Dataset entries
----------------------------------------

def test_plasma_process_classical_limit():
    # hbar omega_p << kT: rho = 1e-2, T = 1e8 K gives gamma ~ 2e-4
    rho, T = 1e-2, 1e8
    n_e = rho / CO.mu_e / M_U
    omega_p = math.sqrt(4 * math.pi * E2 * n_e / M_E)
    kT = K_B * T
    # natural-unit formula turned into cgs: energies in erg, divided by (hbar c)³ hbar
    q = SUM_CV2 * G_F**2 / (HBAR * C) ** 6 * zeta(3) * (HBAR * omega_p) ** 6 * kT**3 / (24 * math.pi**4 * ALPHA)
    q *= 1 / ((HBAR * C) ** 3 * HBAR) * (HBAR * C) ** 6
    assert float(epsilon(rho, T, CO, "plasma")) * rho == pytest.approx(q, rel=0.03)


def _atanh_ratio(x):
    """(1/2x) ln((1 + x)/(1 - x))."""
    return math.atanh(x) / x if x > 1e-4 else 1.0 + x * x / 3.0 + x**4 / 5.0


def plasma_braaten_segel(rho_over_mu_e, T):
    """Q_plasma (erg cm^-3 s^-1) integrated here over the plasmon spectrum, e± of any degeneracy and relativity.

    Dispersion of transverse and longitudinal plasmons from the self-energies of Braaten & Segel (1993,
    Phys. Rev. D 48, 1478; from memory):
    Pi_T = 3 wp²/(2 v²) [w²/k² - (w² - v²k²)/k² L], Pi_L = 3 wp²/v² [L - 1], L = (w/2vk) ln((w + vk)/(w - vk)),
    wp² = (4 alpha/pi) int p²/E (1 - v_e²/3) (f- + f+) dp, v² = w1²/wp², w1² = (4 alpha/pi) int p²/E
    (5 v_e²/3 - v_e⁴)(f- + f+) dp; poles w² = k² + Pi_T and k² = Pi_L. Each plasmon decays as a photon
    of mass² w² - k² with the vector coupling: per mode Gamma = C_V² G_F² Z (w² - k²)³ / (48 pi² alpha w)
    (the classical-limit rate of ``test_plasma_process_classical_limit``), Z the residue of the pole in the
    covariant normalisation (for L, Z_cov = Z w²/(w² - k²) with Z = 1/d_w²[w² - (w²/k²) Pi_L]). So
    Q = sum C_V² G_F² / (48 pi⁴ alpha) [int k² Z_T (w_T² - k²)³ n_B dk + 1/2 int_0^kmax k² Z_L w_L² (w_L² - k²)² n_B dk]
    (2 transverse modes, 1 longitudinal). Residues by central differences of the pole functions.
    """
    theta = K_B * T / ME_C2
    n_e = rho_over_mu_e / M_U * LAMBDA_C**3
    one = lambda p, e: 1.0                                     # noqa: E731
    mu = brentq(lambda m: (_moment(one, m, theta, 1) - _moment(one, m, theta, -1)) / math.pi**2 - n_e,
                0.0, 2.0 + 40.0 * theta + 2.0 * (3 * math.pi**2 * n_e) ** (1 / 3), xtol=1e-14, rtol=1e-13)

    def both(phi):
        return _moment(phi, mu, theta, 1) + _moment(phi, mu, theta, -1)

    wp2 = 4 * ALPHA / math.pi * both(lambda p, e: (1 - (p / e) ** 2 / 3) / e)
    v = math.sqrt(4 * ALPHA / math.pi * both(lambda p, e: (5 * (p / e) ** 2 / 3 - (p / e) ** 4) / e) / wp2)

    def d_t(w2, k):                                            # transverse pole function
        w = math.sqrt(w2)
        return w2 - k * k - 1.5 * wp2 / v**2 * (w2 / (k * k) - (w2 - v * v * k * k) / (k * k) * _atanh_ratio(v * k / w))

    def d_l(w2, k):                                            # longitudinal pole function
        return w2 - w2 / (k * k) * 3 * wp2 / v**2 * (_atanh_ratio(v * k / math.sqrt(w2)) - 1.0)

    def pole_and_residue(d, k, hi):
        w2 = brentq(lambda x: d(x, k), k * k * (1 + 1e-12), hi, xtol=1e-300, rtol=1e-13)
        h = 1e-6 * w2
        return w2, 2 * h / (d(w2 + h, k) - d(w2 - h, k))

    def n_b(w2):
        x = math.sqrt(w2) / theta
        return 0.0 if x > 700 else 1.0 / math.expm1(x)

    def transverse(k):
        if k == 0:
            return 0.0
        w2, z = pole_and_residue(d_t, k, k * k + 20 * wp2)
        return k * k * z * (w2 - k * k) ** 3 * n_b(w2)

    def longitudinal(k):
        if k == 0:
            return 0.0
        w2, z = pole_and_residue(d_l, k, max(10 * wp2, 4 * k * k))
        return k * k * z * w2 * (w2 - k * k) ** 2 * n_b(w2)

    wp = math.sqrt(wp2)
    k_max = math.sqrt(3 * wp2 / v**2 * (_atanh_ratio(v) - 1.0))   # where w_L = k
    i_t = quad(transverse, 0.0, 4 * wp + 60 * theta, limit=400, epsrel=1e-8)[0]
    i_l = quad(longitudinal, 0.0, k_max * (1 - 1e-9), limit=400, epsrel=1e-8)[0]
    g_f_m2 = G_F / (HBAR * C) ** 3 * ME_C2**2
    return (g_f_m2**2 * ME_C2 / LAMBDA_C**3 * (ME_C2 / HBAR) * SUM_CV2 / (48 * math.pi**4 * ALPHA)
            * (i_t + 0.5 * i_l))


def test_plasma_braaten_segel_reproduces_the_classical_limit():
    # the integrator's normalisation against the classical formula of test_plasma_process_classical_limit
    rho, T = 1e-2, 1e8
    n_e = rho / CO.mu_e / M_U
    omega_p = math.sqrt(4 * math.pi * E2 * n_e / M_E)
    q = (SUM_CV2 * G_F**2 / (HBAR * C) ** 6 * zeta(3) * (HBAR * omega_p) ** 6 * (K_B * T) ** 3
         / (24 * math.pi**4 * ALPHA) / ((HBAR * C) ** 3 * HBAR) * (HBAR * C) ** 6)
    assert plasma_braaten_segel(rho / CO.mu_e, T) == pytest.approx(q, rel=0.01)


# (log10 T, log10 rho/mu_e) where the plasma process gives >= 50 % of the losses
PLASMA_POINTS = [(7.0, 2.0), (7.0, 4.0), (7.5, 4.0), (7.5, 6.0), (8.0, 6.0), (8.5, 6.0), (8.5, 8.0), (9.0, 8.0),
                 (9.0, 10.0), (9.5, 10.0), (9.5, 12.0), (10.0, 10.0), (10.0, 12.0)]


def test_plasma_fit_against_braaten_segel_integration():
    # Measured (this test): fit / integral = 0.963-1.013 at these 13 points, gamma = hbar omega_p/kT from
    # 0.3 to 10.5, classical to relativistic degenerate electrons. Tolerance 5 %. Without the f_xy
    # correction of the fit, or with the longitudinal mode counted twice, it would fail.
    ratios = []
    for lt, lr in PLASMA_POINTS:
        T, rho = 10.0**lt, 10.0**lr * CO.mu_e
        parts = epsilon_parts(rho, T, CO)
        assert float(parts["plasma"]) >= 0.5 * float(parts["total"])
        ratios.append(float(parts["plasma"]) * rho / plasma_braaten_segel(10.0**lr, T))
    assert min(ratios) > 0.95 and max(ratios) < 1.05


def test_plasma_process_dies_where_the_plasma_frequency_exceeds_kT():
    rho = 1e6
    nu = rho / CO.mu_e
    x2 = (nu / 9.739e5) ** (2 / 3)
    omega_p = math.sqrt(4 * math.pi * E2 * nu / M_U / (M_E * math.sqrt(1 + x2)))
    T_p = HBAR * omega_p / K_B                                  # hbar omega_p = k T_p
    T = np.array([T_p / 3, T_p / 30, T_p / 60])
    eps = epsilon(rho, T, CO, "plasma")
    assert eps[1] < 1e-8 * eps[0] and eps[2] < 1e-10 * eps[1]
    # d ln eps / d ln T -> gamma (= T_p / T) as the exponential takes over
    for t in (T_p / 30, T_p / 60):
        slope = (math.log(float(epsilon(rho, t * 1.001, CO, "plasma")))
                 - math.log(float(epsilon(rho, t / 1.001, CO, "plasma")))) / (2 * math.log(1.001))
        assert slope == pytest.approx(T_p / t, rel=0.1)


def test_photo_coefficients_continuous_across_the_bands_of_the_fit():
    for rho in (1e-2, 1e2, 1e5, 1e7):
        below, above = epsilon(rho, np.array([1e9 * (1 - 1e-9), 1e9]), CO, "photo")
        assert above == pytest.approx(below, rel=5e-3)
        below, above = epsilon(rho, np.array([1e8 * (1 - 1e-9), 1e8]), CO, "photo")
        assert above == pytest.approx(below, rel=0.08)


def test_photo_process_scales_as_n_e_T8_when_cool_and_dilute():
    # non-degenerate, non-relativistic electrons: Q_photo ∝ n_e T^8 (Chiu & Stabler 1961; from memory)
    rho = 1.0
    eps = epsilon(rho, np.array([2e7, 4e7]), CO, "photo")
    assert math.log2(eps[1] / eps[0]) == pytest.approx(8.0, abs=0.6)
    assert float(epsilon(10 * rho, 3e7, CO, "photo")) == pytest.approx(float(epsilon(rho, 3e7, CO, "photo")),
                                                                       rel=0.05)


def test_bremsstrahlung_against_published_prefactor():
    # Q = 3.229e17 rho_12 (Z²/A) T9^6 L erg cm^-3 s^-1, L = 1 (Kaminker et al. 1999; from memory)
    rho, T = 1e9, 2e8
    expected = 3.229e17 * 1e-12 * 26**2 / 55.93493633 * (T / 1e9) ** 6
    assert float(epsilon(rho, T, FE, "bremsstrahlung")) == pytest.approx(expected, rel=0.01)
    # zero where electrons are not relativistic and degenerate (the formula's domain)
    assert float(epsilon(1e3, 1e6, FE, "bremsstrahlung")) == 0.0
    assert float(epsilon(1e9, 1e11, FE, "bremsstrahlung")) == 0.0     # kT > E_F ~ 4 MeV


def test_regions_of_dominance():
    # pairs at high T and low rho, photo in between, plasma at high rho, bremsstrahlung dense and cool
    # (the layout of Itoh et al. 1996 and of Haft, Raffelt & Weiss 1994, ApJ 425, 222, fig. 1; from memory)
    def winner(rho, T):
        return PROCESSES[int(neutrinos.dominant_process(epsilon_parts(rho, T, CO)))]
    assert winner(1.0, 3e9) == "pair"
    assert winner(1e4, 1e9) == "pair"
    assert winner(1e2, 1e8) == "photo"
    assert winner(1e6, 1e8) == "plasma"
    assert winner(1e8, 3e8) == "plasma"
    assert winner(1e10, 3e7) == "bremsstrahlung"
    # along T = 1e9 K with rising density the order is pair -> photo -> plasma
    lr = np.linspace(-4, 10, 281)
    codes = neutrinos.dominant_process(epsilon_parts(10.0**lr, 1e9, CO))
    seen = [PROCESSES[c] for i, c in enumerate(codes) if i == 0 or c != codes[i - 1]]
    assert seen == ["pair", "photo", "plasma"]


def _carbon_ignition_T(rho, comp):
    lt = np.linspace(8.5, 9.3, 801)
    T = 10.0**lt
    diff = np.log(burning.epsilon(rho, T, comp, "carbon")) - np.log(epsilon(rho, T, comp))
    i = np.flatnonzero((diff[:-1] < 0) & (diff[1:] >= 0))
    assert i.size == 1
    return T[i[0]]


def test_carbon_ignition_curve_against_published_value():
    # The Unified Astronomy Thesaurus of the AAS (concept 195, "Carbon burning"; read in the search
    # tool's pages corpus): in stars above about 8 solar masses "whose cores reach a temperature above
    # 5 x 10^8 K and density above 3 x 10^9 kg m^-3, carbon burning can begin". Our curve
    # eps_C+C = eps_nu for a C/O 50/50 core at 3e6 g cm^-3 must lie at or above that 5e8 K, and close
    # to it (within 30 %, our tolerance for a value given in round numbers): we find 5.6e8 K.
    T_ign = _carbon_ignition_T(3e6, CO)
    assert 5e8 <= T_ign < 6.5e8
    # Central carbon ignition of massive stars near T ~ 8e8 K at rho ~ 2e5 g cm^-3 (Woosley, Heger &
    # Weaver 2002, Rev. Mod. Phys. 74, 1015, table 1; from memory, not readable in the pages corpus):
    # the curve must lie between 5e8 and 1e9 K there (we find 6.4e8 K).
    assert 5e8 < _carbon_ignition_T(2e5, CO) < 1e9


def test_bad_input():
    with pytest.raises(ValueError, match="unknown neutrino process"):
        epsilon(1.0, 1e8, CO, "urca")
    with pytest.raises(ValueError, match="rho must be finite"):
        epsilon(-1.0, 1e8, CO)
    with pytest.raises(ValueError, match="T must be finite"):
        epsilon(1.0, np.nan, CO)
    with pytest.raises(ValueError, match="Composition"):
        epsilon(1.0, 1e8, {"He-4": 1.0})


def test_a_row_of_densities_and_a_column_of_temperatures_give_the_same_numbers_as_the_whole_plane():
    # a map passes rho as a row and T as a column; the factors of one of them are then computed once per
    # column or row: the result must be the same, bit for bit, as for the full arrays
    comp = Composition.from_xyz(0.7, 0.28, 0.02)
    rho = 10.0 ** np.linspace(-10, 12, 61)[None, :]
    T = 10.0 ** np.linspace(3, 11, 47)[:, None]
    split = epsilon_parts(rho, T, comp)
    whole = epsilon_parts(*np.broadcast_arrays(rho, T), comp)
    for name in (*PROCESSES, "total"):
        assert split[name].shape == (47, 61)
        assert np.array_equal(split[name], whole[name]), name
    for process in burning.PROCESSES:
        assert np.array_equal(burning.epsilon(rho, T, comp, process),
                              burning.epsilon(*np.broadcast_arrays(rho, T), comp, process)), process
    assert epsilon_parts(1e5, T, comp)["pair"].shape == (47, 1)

----------------------------------------

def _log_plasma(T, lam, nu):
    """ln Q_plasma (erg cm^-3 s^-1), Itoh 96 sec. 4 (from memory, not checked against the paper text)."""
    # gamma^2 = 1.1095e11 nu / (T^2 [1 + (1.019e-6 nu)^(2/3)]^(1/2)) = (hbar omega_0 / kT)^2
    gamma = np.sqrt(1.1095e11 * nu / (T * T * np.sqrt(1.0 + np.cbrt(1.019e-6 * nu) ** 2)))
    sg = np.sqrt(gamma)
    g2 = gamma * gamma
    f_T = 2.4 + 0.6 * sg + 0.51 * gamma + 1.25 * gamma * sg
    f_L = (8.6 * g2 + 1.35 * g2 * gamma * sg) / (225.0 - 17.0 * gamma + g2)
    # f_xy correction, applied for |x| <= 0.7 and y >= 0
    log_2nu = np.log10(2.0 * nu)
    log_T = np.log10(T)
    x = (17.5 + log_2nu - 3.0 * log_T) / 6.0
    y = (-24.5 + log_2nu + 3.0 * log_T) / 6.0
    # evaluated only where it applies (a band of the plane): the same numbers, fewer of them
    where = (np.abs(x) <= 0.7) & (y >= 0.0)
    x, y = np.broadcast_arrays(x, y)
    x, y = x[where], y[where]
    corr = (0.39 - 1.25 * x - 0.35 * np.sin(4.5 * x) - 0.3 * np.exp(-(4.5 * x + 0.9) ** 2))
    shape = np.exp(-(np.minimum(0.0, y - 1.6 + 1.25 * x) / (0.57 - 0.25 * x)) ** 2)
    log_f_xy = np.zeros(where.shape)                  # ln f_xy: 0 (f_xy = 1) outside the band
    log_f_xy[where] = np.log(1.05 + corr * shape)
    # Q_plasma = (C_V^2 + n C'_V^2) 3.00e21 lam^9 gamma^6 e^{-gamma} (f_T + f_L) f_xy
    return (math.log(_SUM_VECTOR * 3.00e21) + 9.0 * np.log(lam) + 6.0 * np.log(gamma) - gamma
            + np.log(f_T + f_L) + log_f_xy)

----------------------------------------

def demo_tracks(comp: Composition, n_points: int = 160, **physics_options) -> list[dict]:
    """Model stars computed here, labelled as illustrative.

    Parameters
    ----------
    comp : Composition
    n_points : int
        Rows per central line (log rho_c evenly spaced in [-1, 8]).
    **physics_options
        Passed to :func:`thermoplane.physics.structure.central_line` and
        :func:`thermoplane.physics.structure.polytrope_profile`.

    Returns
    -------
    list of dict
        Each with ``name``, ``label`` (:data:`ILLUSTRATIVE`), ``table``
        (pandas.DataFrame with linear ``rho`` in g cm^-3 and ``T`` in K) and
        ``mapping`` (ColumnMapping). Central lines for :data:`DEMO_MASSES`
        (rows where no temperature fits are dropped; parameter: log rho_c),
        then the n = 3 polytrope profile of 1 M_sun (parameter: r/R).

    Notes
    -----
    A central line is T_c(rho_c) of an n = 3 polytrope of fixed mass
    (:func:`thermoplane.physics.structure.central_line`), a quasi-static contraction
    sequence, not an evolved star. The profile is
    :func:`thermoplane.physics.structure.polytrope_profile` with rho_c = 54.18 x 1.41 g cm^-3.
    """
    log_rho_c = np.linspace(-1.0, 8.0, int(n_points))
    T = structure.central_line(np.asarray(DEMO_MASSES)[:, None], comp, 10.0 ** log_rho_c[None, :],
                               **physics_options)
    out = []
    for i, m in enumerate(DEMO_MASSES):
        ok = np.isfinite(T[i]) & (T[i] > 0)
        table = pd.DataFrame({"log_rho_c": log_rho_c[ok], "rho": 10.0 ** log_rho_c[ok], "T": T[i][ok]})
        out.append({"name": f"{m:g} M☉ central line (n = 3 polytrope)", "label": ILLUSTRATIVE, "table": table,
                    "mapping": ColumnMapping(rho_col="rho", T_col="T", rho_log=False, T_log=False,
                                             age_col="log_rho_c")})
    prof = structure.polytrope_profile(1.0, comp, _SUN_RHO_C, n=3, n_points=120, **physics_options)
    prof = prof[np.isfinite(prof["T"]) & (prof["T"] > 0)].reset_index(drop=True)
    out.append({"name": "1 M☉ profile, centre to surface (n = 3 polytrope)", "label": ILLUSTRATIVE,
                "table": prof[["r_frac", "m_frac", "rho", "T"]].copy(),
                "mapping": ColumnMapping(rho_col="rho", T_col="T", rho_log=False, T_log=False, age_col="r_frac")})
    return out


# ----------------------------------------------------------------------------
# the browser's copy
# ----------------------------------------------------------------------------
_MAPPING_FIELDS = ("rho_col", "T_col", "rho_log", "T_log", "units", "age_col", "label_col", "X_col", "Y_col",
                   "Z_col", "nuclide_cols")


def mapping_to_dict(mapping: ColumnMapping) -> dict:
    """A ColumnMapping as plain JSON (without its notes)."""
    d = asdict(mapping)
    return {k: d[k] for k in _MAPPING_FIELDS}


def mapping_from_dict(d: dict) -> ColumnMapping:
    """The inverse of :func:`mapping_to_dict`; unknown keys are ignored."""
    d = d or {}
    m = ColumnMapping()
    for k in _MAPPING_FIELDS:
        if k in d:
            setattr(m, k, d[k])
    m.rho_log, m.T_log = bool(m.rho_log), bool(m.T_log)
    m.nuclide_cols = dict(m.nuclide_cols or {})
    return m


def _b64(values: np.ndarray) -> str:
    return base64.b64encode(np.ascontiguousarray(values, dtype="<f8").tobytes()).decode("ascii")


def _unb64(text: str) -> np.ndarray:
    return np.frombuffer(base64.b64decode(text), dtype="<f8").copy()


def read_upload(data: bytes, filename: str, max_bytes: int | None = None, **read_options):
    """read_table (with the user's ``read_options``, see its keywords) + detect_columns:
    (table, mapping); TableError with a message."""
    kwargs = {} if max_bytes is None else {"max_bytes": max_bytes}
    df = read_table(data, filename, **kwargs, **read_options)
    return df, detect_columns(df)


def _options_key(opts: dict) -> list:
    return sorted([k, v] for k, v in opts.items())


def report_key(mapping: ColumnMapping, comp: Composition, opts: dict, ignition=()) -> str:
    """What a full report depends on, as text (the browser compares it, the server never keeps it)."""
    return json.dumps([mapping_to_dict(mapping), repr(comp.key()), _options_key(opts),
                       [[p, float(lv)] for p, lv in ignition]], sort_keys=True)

----------------------------------------

• **INSTRUCTIONS FOR THE TASK**: Find the count of lines in the data above where the string "copy" occurs. Provide that number alone.

• **SOLVED PROBLEM**: 3